:: MATERIAL PROVIDED ::
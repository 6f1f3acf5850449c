import { atan2, cos, sin } from "../angle.js";
import { isNight, isPlace, isPoint } from "./altitude.js";
import { moonPosition } from "./moon.js";
import { newOrientation, orientationAt, starOfDate } from "./starOfDate.js";

const orientation = newOrientation();
const star = new Float64Array(3);
const moon = new Float64Array(3);

/**
 * The Moon as a site sees it, on the axes of date, in radii of the Earth; it stands up to 1 deg from where the geocentre
 * sees it.
 *
 * Given
 *   time      [d from J2000.0]  scalar
 *   sidereal  [rad]             scalar: local sidereal time
 *   latitude  [rad]             scalar
 *   out                         three numbers to fill
 */
export function moonFromSite(time: number, sidereal: number, latitude: number, out: Float64Array): void {
  moonPosition(time, out);
  out[0]! -= cos(latitude) * cos(sidereal);
  out[1]! -= cos(latitude) * sin(sidereal);
  out[2]! -= sin(latitude);
}

/** Angle between two vectors of any length [rad], as exact near 0 and pi as between. */
export function angleBetween(a: Float64Array, b: Float64Array): number {
  const x = a[1]! * b[2]! - a[2]! * b[1]!;
  const y = a[2]! * b[0]! - a[0]! * b[2]!;
  const z = a[0]! * b[1]! - a[1]! * b[0]!;
  return atan2(Math.sqrt(x * x + y * y + z * z), a[0]! * b[0]! + a[1]! * b[1]! + a[2]! * b[2]!);
}

/**
 * Angle between a star and the Moon as a site sees them, whether or not they are up.
 *
 * Given
 *   time                         [d from J2000.0 UTC]  scalar, 1900 to 2100
 *   rightAscension, declination  [rad]  scalars, ICRS, at the time
 *   longitude, latitude          [rad]  scalars, geodetic (WGS 84), east and north positive
 * Returned  [rad], 0 to pi; NaN outside the domain
 * Accuracy  0.1 deg from 1972 to 2050; test/kernel/night.test.ts
 * Source    see moon.ts
 */
export function moonDistance(
  time: number,
  rightAscension: number,
  declination: number,
  longitude: number,
  latitude: number,
): number {
  if (!(isNight(time) && isPlace(rightAscension, declination) && isPoint(longitude, latitude))) return Number.NaN;
  orientationAt(time, orientation);
  starOfDate(rightAscension, declination, orientation, star);
  moonFromSite(time, orientation.sidereal + longitude, latitude, moon);
  return angleBetween(star, moon);
}

/** `moonDistance` of the first `rows` entries, to the same bits. */
export function moonDistances(
  rows: number,
  out: Float64Array,
  time: Float64Array,
  rightAscension: Float64Array,
  declination: Float64Array,
  longitude: Float64Array,
  latitude: Float64Array,
): void {
  for (let row = 0; row < rows; row++) {
    out[row] = moonDistance(time[row]!, rightAscension[row]!, declination[row]!, longitude[row]!, latitude[row]!);
  }
}
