// SPDX-License-Identifier: GPL-3.0-or-later
// Text files compiled into the program: shipped rulebooks, the starter catalogue, the demo.
#pragma once
#include <span>
#include <string_view>

namespace binwright {

struct EmbeddedFile {
    std::string_view name;  ///< file name without its folder
    std::string_view text;  ///< whole contents, UTF-8
};

}  // namespace binwright
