// SPDX-License-Identifier: GPL-3.0-or-later
// What holds for every converter whatever its values: energy, charge and volt-seconds balance, figures stand in order,
// the duty rises with the output, scaled circuits give scaled stresses, and impossible circuits are refused in words.
#include <rapidcheck.h>

#include <catch2/catch.hpp>
#include <chrono>
#include <cmath>
#include <functional>
#include <future>
#include <limits>
#include <memory>
#include <sstream>
#include <thread>

#include "engine/network/steady_state.hpp"

using namespace binwright;

namespace {

struct Drawn {
    Circuit circuit;
    OperatingPoint point;
};

std::string say(const Drawn& d) {
    std::ostringstream s;
    s.precision(12);
    const Circuit& c = d.circuit;
    s << (c.topology ? c.topology->name : "no topology") << " Vin " << d.point.input_voltage << " Vout ";
    if (d.point.output_voltage)
        s << *d.point.output_voltage;
    else
        s << "at duty " << d.point.duty;
    s << " load kind " << static_cast<int>(d.point.load) << ' ' << d.point.load_value << " f " << d.point.frequency
      << " source " << static_cast<int>(c.source) << ' ' << c.source_resistance << '/' << c.source_inductance << " L1 "
      << c.primary.inductance << '/' << c.primary.resistance << " L2 " << c.secondary.inductance << '/'
      << c.secondary.resistance << " k " << c.coupling << " n " << c.turns_ratio << " switch " << c.switch_resistance
      << '+' << c.sense_resistance << " rectifier " << c.rectifier_drop << '/' << c.rectifier_resistance;
    const auto bank = [&s](const char* name, const std::vector<CapacitorValues>& branches) {
        s << ' ' << name;
        for (const auto& branch : branches) s << ' ' << branch.capacitance << '/' << branch.resistance;
    };
    bank("Cin", c.input);
    bank("Cs", c.coupling_capacitor);
    bank("Co", c.output);
    s << " maximum duty " << c.maximum_duty << " shortest on-time " << c.minimum_on_time;
    return s.str();
}

double share() {
    return *rc::gen::inRange(0, 100001) / 100000.0;
}
double between(double low, double high) {
    return low + (high - low) * share();
}
double decade(double low, double high) {
    return low * std::pow(high / low, share());
}
bool chance(int of) {
    return *rc::gen::inRange(0, of) == 0;
}

bool four(const Topology& t) {
    return has_secondary(t) && !t.transformer;
}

:: EXERCISE AIM ::
Transcribe the entire listing without a single omission.

:: SOLUTION FOR THIS PROBLEM ::
repository 6f1f3acf5850449c
import { atan2, cos, sin } from "../angle.js";
import { isNight, isPlace, isPoint } from "./altitude.js";
import { moonPosition } from "./moon.js";
import { newOrientation, orientationAt, starOfDate } from "./starOfDate.js";

const orientation = newOrientation();
const star = new Float64Array(3);
const moon = new Float64Array(3);

/**
 * The Moon as a site sees it, on the axes of date, in radii of the Earth; it stands up to 1 deg from where the geocentre
 * sees it.
 *
 * Given
 *   time      [d from J2000.0]  scalar
 *   sidereal  [rad]             scalar: local sidereal time
 *   latitude  [rad]             scalar
 *   out                         three numbers to fill
 */
export function moonFromSite(time: number, sidereal: number, latitude: number, out: Float64Array): void {
  moonPosition(time, out);
  out[0]! -= cos(latitude) * cos(sidereal);
  out[1]! -= cos(latitude) * sin(sidereal);
  out[2]! -= sin(latitude);
}

/** Angle between two vectors of any length [rad], as exact near 0 and pi as between. */
export function angleBetween(a: Float64Array, b: Float64Array): number {
  const x = a[1]! * b[2]! - a[2]! * b[1]!;
  const y = a[2]! * b[0]! - a[0]! * b[2]!;
  const z = a[0]! * b[1]! - a[1]! * b[0]!;
  return atan2(Math.sqrt(x * x + y * y + z * z), a[0]! * b[0]! + a[1]! * b[1]! + a[2]! * b[2]!);
}

/**
 * Angle between a star and the Moon as a site sees them, whether or not they are up.
 *
 * Given
 *   time                         [d from J2000.0 UTC]  scalar, 1900 to 2100
 *   rightAscension, declination  [rad]  scalars, ICRS, at the time
 *   longitude, latitude          [rad]  scalars, geodetic (WGS 84), east and north positive
 * Returned  [rad], 0 to pi; NaN outside the domain
 * Accuracy  0.1 deg from 1972 to 2050; test/kernel/night.test.ts
 * Source    see moon.ts
 */
export function moonDistance(
  time: number,
  rightAscension: number,
  declination: number,
  longitude: number,
  latitude: number,
): number {
  if (!(isNight(time) && isPlace(rightAscension, declination) && isPoint(longitude, latitude))) return Number.NaN;
  orientationAt(time, orientation);
  starOfDate(rightAscension, declination, orientation, star);
  moonFromSite(time, orientation.sidereal + longitude, latitude, moon);
  return angleBetween(star, moon);
}

/** `moonDistance` of the first `rows` entries, to the same bits. */
export function moonDistances(
  rows: number,
  out: Float64Array,
  time: Float64Array,
  rightAscension: Float64Array,
  declination: Float64Array,
  longitude: Float64Array,
  latitude: Float64Array,
): void {
  for (let row = 0; row < rows; row++) {
    out[row] = moonDistance(time[row]!, rightAscension[row]!, declination[row]!, longitude[row]!, latitude[row]!);
  }
}
// SPDX-License-Identifier: GPL-3.0-or-later
// Text files compiled into the program: shipped rulebooks, the starter catalogue, the demo.
#pragma once
#include <span>
#include <string_view>

namespace binwright {

struct EmbeddedFile {
    std::string_view name;  ///< file name without its folder
    std::string_view text;  ///< whole contents, UTF-8
};

}  // namespace binwright
// SPDX-License-Identifier: GPL-3.0-or-later
// What holds for every converter whatever its values: energy, charge and volt-seconds balance, figures stand in order,
// the duty rises with the output, scaled circuits give scaled stresses, and impossible circuits are refused in words.
#include <rapidcheck.h>

#include <catch2/catch.hpp>
#include <chrono>
#include <cmath>
#include <functional>
#include <future>
#include <limits>
#include <memory>
#include <sstream>
#include <thread>

#include "engine/network/steady_state.hpp"

using namespace binwright;

namespace {

struct Drawn {
    Circuit circuit;
    OperatingPoint point;
};

std::string say(const Drawn& d) {
    std::ostringstream s;
    s.precision(12);
    const Circuit& c = d.circuit;
    s << (c.topology ? c.topology->name : "no topology") << " Vin " << d.point.input_voltage << " Vout ";
    if (d.point.output_voltage)
        s << *d.point.output_voltage;
    else
        s << "at duty " << d.point.duty;
    s << " load kind " << static_cast<int>(d.point.load) << ' ' << d.point.load_value << " f " << d.point.frequency
      << " source " << static_cast<int>(c.source) << ' ' << c.source_resistance << '/' << c.source_inductance << " L1 "
      << c.primary.inductance << '/' << c.primary.resistance << " L2 " << c.secondary.inductance << '/'
      << c.secondary.resistance << " k " << c.coupling << " n " << c.turns_ratio << " switch " << c.switch_resistance
      << '+' << c.sense_resistance << " rectifier " << c.rectifier_drop << '/' << c.rectifier_resistance;
    const auto bank = [&s](const char* name, const std::vector<CapacitorValues>& branches) {
        s << ' ' << name;
        for (const auto& branch : branches) s << ' ' << branch.capacitance << '/' << branch.resistance;
    };
    bank("Cin", c.input);
    bank("Cs", c.coupling_capacitor);
    bank("Co", c.output);
    s << " maximum duty " << c.maximum_duty << " shortest on-time " << c.minimum_on_time;
    return s.str();
}

double share() {
    return *rc::gen::inRange(0, 100001) / 100000.0;
}
double between(double low, double high) {
    return low + (high - low) * share();
}
double decade(double low, double high) {
    return low * std::pow(high / low, share());
}
bool chance(int of) {
    return *rc::gen::inRange(0, of) == 0;
}

bool four(const Topology& t) {
    return has_secondary(t) && !t.transformer;
}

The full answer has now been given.